WHAT YOU WILL DO ::
Print the lines of the data, starting with the first, up to and including the line where "['handlebarSet', 'Handlebar, levers" appears.

DATA SHOWN ::
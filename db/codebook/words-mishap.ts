import type { WordItem } from '@/lib/model/code-book'
import { type WordRow, words } from './words'

const SYSTEMS: readonly WordRow[] = [
  ['oilSystem', 'Oil'],
  ['throttleSystem', 'Throttle'],
  ['handStartSystem', 'Recoil and kick start'],
  ['frameSystem', 'Frame, bars and body'],
]

const CIRCUITS: readonly WordRow[] = [['oilPressure', 'Engine oil pressure or level']]

const PARTS: readonly WordRow[] = [
  ['throttleCable', 'Throttle cable'],
  ['gripHousing', 'Throttle grip or lever housing'],
  ['throttleSpring', 'Throttle return spring'],
  ['engineOil', 'Engine oil, one litre'],
  ['twoStrokeOil', 'Two-stroke oil, one litre'],
  ['gearOil', 'Gear oil, one litre'],
  ['oilHose', 'Oil hose with clamps'],
  ['oilFilterPart', 'Oil filter with seal'],
  ['oilPumpUnit', 'Oil pump'],
  ['oilFeedPump', 'Two-stroke oil feed pump'],
  ['oilSwitch', 'Oil pressure or level switch'],
  ['gasketSet', 'Gaskets and shaft seals'],
  ['coldPutty', 'Two-part putty for metal and tank'],
  ['recoilRope', 'Recoil rope and handle'],
  ['recoilSpringPart', 'Recoil spring'],
  ['recoilPawlSet', 'Recoil pawls and springs'],
  ['recoilUnit', 'Recoil starter, whole'],
  ['kickGearSet', 'Kick gear and ratchet'],
  ['kickSpring', 'Kick return spring'],
  ['kickLever', 'Kick lever with bolt'],
  ['decompressorPart', 'Decompressor or its cable'],
  ['tankCap', 'Tank cap with vent'],
  ['pumpPlateSeal', 'Seal of the pump plate'],
  ['fuelTapPart', 'Fuel tap'],
  ['rodAndBearings', 'Rod, crank and bearings'],
  ['handlebarSet', 'Handlebar, levers and mounts'],
  ['engineMountPart', 'Engine mount'],
  ['shieldBolts', 'Shield bolts, clips and washers'],
  ['frameRepair', 'Frame or cage section'],
]

const TOOLS: readonly WordRow[] = [
  ['listeningRod', 'Listening rod or long screwdriver'],
  ['magnetStick', 'Small magnet'],
  ['drainPan', 'Drain pan'],
  ['cleanRag', 'Clean rag or paper'],
  ['softStick', 'Clean wooden stick or drinking straw'],
  ['oilGauge', 'Oil pressure gauge with adapter'],
]

/** Words this chapter needs beyond the first ones. Ids are unique over all kinds. */
export const MISHAP_WORDS: WordItem[] = [
  ...words('system', SYSTEMS),
  ...words('circuit', CIRCUITS),
  ...words('part', PARTS),
  ...words('tool', TOOLS),
]
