// After `next build`: bundles app/sw.ts to public/sw.js with its precache list.
//
// The list holds what the /field and /~offline documents reach and nothing of the desk: every build file
// they name, and every build file those name, until nothing new is named. Turbopack writes the path of a
// chunk that is loaded later (or by a worker) as plain text into the chunk that loads it.
import { createHash } from 'node:crypto'
import { existsSync, readFileSync, statSync } from 'node:fs'
import { join } from 'node:path'
import { gzipSync } from 'node:zlib'
import { getManifest } from '@serwist/build'
import { build } from 'esbuild'

const root = process.cwd()
const next = join(root, '.next')
const DOCUMENTS = ['field', '~offline']
/** Most bytes, raw, that a phone is asked to keep (a choice, written in docs/decisions). */
const MOST_BYTES = 3_000_000

const documents = DOCUMENTS.map(prerendered)
const files = reachable(documents.map((document) => document.html))
const { manifestEntries: publicEntries } = await getManifest({
  globDirectory: 'public',
  globPatterns: [
    'fonts/*.woff2',
    'icons/*.{svg,png}',
    'manifest.webmanifest',
    'theme.js',
    'favicon.ico',
  ],
  maximumFileSizeToCacheInBytes: 1_000_000,
})

const entries = [
  ...documents.map(({ path, html }) => ({
    url: path,
    revision: createHash('md5').update(html).digest('hex'),
  })),
  // Their names carry their hash.
  ...files.map((file) => ({ url: `/_next/${file}`, revision: null })),
  ...(publicEntries ?? []).map((entry) => ({ ...entry, url: `/${entry.url}` })),
]

await build({
  entryPoints: ['app/sw.ts'],
  outfile: 'public/sw.js',
  bundle: true,
  minify: true,
  format: 'iife',
  platform: 'browser',
  target: ['chrome111', 'safari16.4', 'firefox111'],
  alias: { '@': root },
  define: {
    'self.__SW_MANIFEST': JSON.stringify(entries),
    'process.env.NODE_ENV': '"production"',
  },
})

report()

/** A document that the build made once and for all; anything else cannot be kept on a phone. */
function prerendered(name) {
  const path = `/${name}`
  const file = join(next, 'server', 'app', `${name}.html`)
  const manifest = JSON.parse(readFileSync(join(next, 'prerender-manifest.json'), 'utf8'))
  const route = manifest.routes[path]
  if (!existsSync(file) || route === undefined || route.initialRevalidateSeconds !== false) {
    throw new Error(`${path} is not a static document: it cannot open without signal`)
  }
  return { path, html: readFileSync(file, 'utf8') }
}

/** Build files named in these texts, and in those files, and so on; as paths under .next. */
function reachable(texts) {
  const found = new Set()
  const queue = [...texts]
  for (let text = queue.pop(); text !== undefined; text = queue.pop()) {
    for (const [file] of text.matchAll(/static\/[\w~./@%()[\]-]+\.(?:js|css|woff2)/g)) {
      if (found.has(file) || !existsSync(join(next, file))) continue
      found.add(file)
      if (!file.endsWith('.woff2')) queue.push(readFileSync(join(next, file), 'utf8'))
    }
  }
  return [...found].sort()
}

function report() {
  const sizeOf = (file) => statSync(file).size
  const built = files.map((file) => sizeOf(join(next, file)))
  const fixed = (publicEntries ?? []).map((entry) =>
    sizeOf(join(root, 'public', entry.url.slice(0))),
  )
  const html = documents.map(({ html: text }) => Buffer.byteLength(text))
  const bytes = [...built, ...fixed, ...html].reduce((sum, size) => sum + size, 0)
  const worker = readFileSync(join(root, 'public', 'sw.js'))
  const kib = (size) => `${(size / 1024).toFixed(0)} KiB`
  console.log(
    `service worker: ${entries.length} files to keep, ${kib(bytes)} raw; sw.js ${kib(gzipSync(worker).length)} gzip`,
  )
  if (bytes > MOST_BYTES) throw new Error(`more than ${kib(MOST_BYTES)} to keep on a phone`)
}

TASK RESPONSE ::
filename db/codebook/words-mishap.ts
import type { WordItem } from '@/lib/model/code-book'
import { type WordRow, words } from './words'

const SYSTEMS: readonly WordRow[] = [
  ['oilSystem', 'Oil'],
  ['throttleSystem', 'Throttle'],
  ['handStartSystem', 'Recoil and kick start'],
  ['frameSystem', 'Frame, bars and body'],
]

const CIRCUITS: readonly WordRow[] = [['oilPressure', 'Engine oil pressure or level']]

const PARTS: readonly WordRow[] = [
  ['throttleCable', 'Throttle cable'],
  ['gripHousing', 'Throttle grip or lever housing'],
  ['throttleSpring', 'Throttle return spring'],
  ['engineOil', 'Engine oil, one litre'],
  ['twoStrokeOil', 'Two-stroke oil, one litre'],
  ['gearOil', 'Gear oil, one litre'],
  ['oilHose', 'Oil hose with clamps'],
  ['oilFilterPart', 'Oil filter with seal'],
  ['oilPumpUnit', 'Oil pump'],
  ['oilFeedPump', 'Two-stroke oil feed pump'],
  ['oilSwitch', 'Oil pressure or level switch'],
  ['gasketSet', 'Gaskets and shaft seals'],
  ['coldPutty', 'Two-part putty for metal and tank'],
  ['recoilRope', 'Recoil rope and handle'],
  ['recoilSpringPart', 'Recoil spring'],
  ['recoilPawlSet', 'Recoil pawls and springs'],
  ['recoilUnit', 'Recoil starter, whole'],
  ['kickGearSet', 'Kick gear and ratchet'],
  ['kickSpring', 'Kick return spring'],
  ['kickLever', 'Kick lever with bolt'],
  ['decompressorPart', 'Decompressor or its cable'],
  ['tankCap', 'Tank cap with vent'],
  ['pumpPlateSeal', 'Seal of the pump plate'],
  ['fuelTapPart', 'Fuel tap'],
  ['rodAndBearings', 'Rod, crank and bearings'],
  ['handlebarSet', 'Handlebar, levers and mounts'],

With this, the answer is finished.